The general problem of how to find the boundary between stages 1 and 2 can be addressed by introducing “features” described in the IFRS 9 standard as a vector of information, and training a multi-layer perceptron to discriminate between accounts which subsequently default, and accounts which do not.
It is, however, important to recognise that:
- When a machine “learns” to mimic observed patterns of behaviour, it has not learned to articulate the rationale for its results. Therefore, the outputs of a multi-layer perceptron (and non-linear decision boundaries) can be difficult or impossible for management to explain.
- Monotonicity seems likely to be a desirable feature of decision boundaries in credit risk applications. Therefore, it is likely that sufficient SICR classification performance can be achieved using a single layer perceptron.

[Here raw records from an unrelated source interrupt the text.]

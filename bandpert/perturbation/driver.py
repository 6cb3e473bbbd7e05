"""The batched perturbative driver: chooses the treatment per level, estimates the error.

:func:`perturbative_levels` returns the lowest levels of many spectra ``e0[k]`` sharing one
perturbation ``V`` (one spectrum per k-point): Rayleigh–Schrödinger series (:mod:`.rs`) for
isolated levels, Löwdin effective Hamiltonians (:mod:`.lowdin`) for the groups found by
:mod:`.grouping`, with an estimate of the truncation error.

References
----------
.. [L51] P.-O. Löwdin, J. Chem. Phys. 19, 1396 (1951) (partitioning).
.. [W03] R. Winkler, *Spin-Orbit Coupling Effects in Two-Dimensional Electron and Hole Systems*,
   Springer (2003), App. B.
"""

from __future__ import annotations

from dataclasses import dataclass

import numpy as np
from numpy.typing import ArrayLike, NDArray

from .common import (
    DEFAULT_DEGENERACY_TOL,
    FloatArray,
    _as_coupling,
    _as_levels,
    _check_tolerances,
)
from .grouping import DEFAULT_COUPLING_THRESHOLD, _grow_groups, _indirect_join, _links
from .lowdin import _heff_batch
from .rs import _columns, _rs_core

__all__ = [
    "DEFAULT_MAX_SUBSPACE",
    "TREATMENT_NAMES",
    "TREATMENT_NONDEGENERATE",
    "TREATMENT_SUBSPACE",
    "PerturbedLevels",
    "perturbative_levels",
    "threshold_ladder",
]

#: Default cap on the levels held by the groups of one row (see ``perturbative_levels``).
DEFAULT_MAX_SUBSPACE: int = 48

#: Numbers per (rows × targets × levels) array the batched driver holds at once. Smaller chunks
#: stay in cache: on the benchmark machine 2.5e5 is 10-20 % faster than 2e6 (aluminium and
#: silicon, 200 k-points), and memory stops growing with the number of rows beyond it.
DRIVER_CHUNK_NUMBERS: int = 250_000

#: Thresholds tried, in order, when the groups of a row outgrow ``max_subspace``.
THRESHOLD_LADDER_STEPS: tuple[float, ...] = (0.25, 0.45)

TREATMENT_NONDEGENERATE: int = 0
TREATMENT_SUBSPACE: int = 1
TREATMENT_NAMES: tuple[str, str] = ("non-degenerate", "subspace")


@dataclass(frozen=True, eq=False)
class PerturbedLevels:
    """Perturbative levels, sorted ascending per batch row.

    All arrays have shape (n_k, n_levels), or (n_levels,) for an unbatched call, and are in
    the same (sorted-by-energy) order.

    Attributes
    ----------
    energies : ndarray of float
        Perturbative energies at the requested order.
    treatment : ndarray of int8
        ``TREATMENT_NONDEGENERATE`` (0, Rayleigh–Schrödinger) or ``TREATMENT_SUBSPACE``
        (1, Löwdin effective Hamiltonian); names in ``TREATMENT_NAMES``.
    max_coupling_ratio : ndarray of float
        Largest ``|λ V_mn| / |e_n - e_m|`` from the level (for a subspace: from any member of
        its group) to any level outside its group.
    error_estimate : ndarray of float
        Size of the next two orders, see :func:`perturbative_levels`.
    group_size : ndarray of int
        Number of unperturbed levels in the level's group (1 for non-degenerate treatment).
    origin : ndarray of int
        Index (into the row of ``e0``) of the unperturbed level a result comes from; for a
        subspace result, the lowest-index member of its group.
    threshold : ndarray of float, shape (n_k,) (a float for an unbatched call)
        Coupling threshold actually used per row (see ``max_subspace`` of
        :func:`perturbative_levels`).
    order : int
        Perturbation order used.
    """

    energies: FloatArray
    treatment: NDArray[np.int8]
    max_coupling_ratio: FloatArray
    error_estimate: FloatArray
    group_size: NDArray[np.intp]
    origin: NDArray[np.intp]
    threshold: FloatArray
    order: int
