"""Convergence radius in λ of a perturbation series from its coefficients.

:func:`convergence_radius` for a power series, :func:`level_convergence_radius` for a level of
``H0 + λ V`` (its Rayleigh–Schrödinger series, or the effective-Hamiltonian series of its
group).

References
----------
.. [K66] T. Kato, *Perturbation Theory for Linear Operators*, Springer (1966), ch. II
   (convergence radius, exceptional points).
.. [BGM] G. A. Baker and P. Graves-Morris, *Padé Approximants*, 2nd ed., Cambridge (1996).
"""

from __future__ import annotations

import numpy as np
from numpy.typing import ArrayLike, NDArray
from scipy.interpolate import pade

from .common import DEFAULT_DEGENERACY_TOL, FloatArray, _single
from .lowdin import effective_hamiltonian_series
from .rs import rs_energy_series

__all__ = ["convergence_radius", "level_convergence_radius"]


def _structural_zeros(mags: FloatArray, zero_tol: float) -> NDArray[np.bool_]:
    """Coefficients that are rounding noise next to much larger neighbours (within 2 orders)."""
    padded = np.pad(mags, 2)
    neigh = np.max(np.stack([padded[s : s + mags.size] for s in (0, 1, 3, 4)]), axis=0)
    return mags <= zero_tol * neigh


def _tail_fit(p: FloatArray, logc: FloatArray) -> tuple[float, float, float]:
    """Least-squares log|c_p| = a + b p (+ α log p) over the upper two thirds of the points."""
    tail = p >= p[0] + (p[-1] - p[0]) / 3.0
    if tail.sum() < 2:
        tail = np.ones(p.size, dtype=bool)
    p, logc = p[tail], logc[tail]
    if p.size >= 6 and p[-1] - p[0] >= 10:
        design = np.stack([np.ones_like(p), p, np.log(p)], axis=1)
        sol = np.linalg.lstsq(design, logc, rcond=None)[0]
        return float(sol[0]), float(sol[1]), float(sol[2])
    design = np.stack([np.ones_like(p), p], axis=1)
    sol = np.linalg.lstsq(design, logc, rcond=None)[0]
    return float(sol[0]), float(sol[1]), 0.0


def _pade_radius(coeffs: NDArray, r0: float) -> float:
    """Smallest genuine pole modulus of a diagonal Padé approximant of the series."""
    n_terms = coeffs.size
    scaled = coeffs * r0 ** np.arange(n_terms, dtype=float)  # series in λ / r0, terms O(1)
    for m in range(min(20, (n_terms - 1) // 2), 0, -1):
        try:
            num, den = pade(scaled[: 2 * m + 1], m, m)
        except np.linalg.LinAlgError:
            continue  # degenerate Padé table (e.g. odd m for an even series)
        poles = np.roots(den.coeffs)
        zeros = np.roots(num.coeffs) if num.order > 0 else np.array([])
        good = [
            abs(z)
            for z in poles
            if abs(z) > 0.0
            and not (zeros.size and np.min(np.abs(zeros - z)) < 1e-3 * abs(z))  # Froissart
        ]
        return float(min(good)) * r0 if good else np.inf
    return np.inf


def convergence_radius(
    coefficients: ArrayLike,
    *,
    method: str = "root",
    zero_tol: float = 1e-9,
    floor: float = 1e-13,
) -> float:
    r"""Radius of convergence in λ of :math:`\sum_p c_p \lambda^p` from finitely many terms.

    ``method="root"`` (default): Cauchy–Hadamard root test,
    :math:`R = 1/\limsup |c_p|^{1/p}`, implemented as a least-squares fit of
    :math:`\log|c_p| = a + p\log(1/R) + \alpha \log p` over the upper two thirds of the
    non-zero coefficients with :math:`p \ge 1` (the :math:`\alpha \log p` term absorbs the
    power-law prefactor of a branch point, e.g. :math:`p^{-3/2}` for a square root, and is
    dropped when there are too few terms). :math:`c_0` is ignored. Rounding noise is
    dropped: coefficients below ``zero_tol`` times a neighbour within two orders (odd orders
    that vanish by symmetry, or every other one, so such series are handled), and those below
    ``floor`` times the largest :math:`|c_p|` unless they continue (within a factor 1e3) the
    decay fitted to the larger ones, as the accurate small terms of a fast series do.
    ``method="pade"``: modulus of the nearest pole of the diagonal Padé approximant (at most
    [20/20]) of the series rescaled by the root-test radius, with poles cancelled by a nearby
    zero discarded (Baker & Graves-Morris, *Padé Approximants*, 1996). The poles of a Padé
    approximant line up along the cut of a branch point, beginning just beyond it, so this
    estimate approaches the radius from above (about 1 % high for a square-root branch point
    with [20/20]); it is an independent cross-check of the root test.

    Returns ``np.inf`` for a terminating series: fewer than two non-zero coefficients with
    :math:`p \ge 1`, or all coefficients zero after the last non-zero one although the fitted
    decay says they should be resolvable (at least three such orders).

    Parameters
    ----------
    coefficients : array_like, shape (N,)
        :math:`c_0, c_1, \dots` (real or complex).
    method : {"root", "pade"}
    zero_tol, floor : float
        Noise thresholds described above.

    Returns
    -------
    float
        Estimated radius (Kato, *Perturbation Theory for Linear Operators*, 1966, ch. II:
        for an eigenvalue series it is the distance to the nearest exceptional point).
    """
    c = np.asarray(coefficients)
    if c.ndim != 1:
        raise ValueError("coefficients must be 1-D")
    if not np.all(np.isfinite(c)):
        raise ValueError("coefficients must be finite")
    if method not in ("root", "pade"):
        raise ValueError(f"unknown method {method!r}")
    mags = np.abs(c[1:]).astype(float)
    if mags.size == 0 or mags.max() == 0.0:
        return np.inf
    order = np.arange(1, c.size, dtype=float)
    structural = _structural_zeros(mags, zero_tol)
    keep = (mags > floor * mags.max()) & ~structural
    if keep.sum() < 2:
        return np.inf
    a, b, alpha = _tail_fit(order[keep], np.log(mags[keep]))
    last = int(order[keep][-1])
    after = np.arange(last + 1, c.size, dtype=float)
    with np.errstate(divide="ignore"):
        logm = np.log(mags)
    # below the floor, keep the terms that continue the fitted decay (accurate small terms of a
    # fast-converging series), not rounding noise or the zeros of a terminating series
    trend = a + b * order + alpha * np.log(order)
    extend = ~keep & ~structural & (order > last) & (np.abs(logm - trend) < np.log(1e3))
    if after.size >= 3 and not extend.any():
        predicted = a + b * after + alpha * np.log(after)
        if np.max(predicted) > np.log(1e4 * floor * mags.max()):
            return np.inf  # resolvable terms are missing: the series terminates
    if extend.any():
        keep = keep | extend
        a, b, alpha = _tail_fit(order[keep], logm[keep])
    root = float(np.exp(-b))
    if method == "root":
        return root
    return _pade_radius(c.astype(complex), root)


def level_convergence_radius(
    e0: ArrayLike,
    v: ArrayLike,
    index: int,
    max_order: int = 40,
    *,
    degeneracy_tol: float = DEFAULT_DEGENERACY_TOL,
    method: str = "root",
    subspace: ArrayLike | None = None,
) -> float:
    r"""Convergence radius in λ of the perturbation series of one level of ``H0 + λV``.

    A non-degenerate level: :func:`convergence_radius` of its Rayleigh–Schrödinger energy
    coefficients (:func:`rs_energy_series`). The series converges at the physical point iff
    the radius exceeds 1; the radius is the distance to the nearest exceptional point of
    :math:`H(\lambda)` in the complex λ plane that involves this level (Kato 1966, ch. II).

    A level degenerate (within ``degeneracy_tol``) with others: its individual series need not
    exist, so the radius returned is that of the matrix series of the group's effective
    Hamiltonian, :math:`\sum_p \lambda^p H^{(p)}` (:func:`effective_hamiltonian_series`),
    estimated from the spectral norms :math:`\|H^{(p)}\|_2`. This is the radius of the
    quasi-degenerate (Löwdin) treatment used by :func:`perturbative_levels`; it is
    controlled by exceptional points that couple the group to the other levels, and does not
    include crossings among the group's own levels. For a group of one it is the RS result.

    Parameters
    ----------
    e0 : array_like, shape (n,)
    v : array_like, shape (n, n)
    index : int
    max_order : int
        Number of orders computed (the tail fit uses the upper two thirds).
    degeneracy_tol : float
    method : {"root", "pade"}
        See :func:`convergence_radius`.
    subspace : array_like of int, optional
        The group the level is treated in (e.g. from :func:`group_levels`, which also joins
        strongly coupled levels); default: the levels degenerate with it.

    Returns
    -------
    float
    """
    e, vv = _single(e0, v, 1.0)
    if not 0 <= index < e.size:
        raise ValueError(f"index {index} out of range for {e.size} levels")
    if subspace is None:
        group = np.flatnonzero(np.abs(e - e[index]) <= degeneracy_tol)
    else:
        group = np.unique(np.asarray(subspace, dtype=np.intp))
        if index not in group:
            raise ValueError("subspace must contain index")
    if group.size == 1:
        coeffs = rs_energy_series(e, vv, index, max_order, degeneracy_tol=degeneracy_tol)
        return convergence_radius(coeffs, method=method)
    series = effective_hamiltonian_series(
        e, vv, group, max_order, degeneracy_tol=degeneracy_tol
    )
    norms = np.array([np.linalg.norm(h, 2) for h in series])
    return convergence_radius(norms, method="root")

- It may be desirable to enforce an intuitive functional form on the decision boundary, such a “PD multiple” (straight line through the origin) or “rating notch difference” (probit or logit). This can in fact be achieved without the perceptron: Linear discriminant techniques also work if features are pre-mapped into a higher-dimensional space using the desired functional form.
A final word of caution: This kind of analysis is data-intensive and should be performed across the economic cycle. After all, the radar operator who calibrates the receiver in December may be in for a shock when birds return from their winter migration.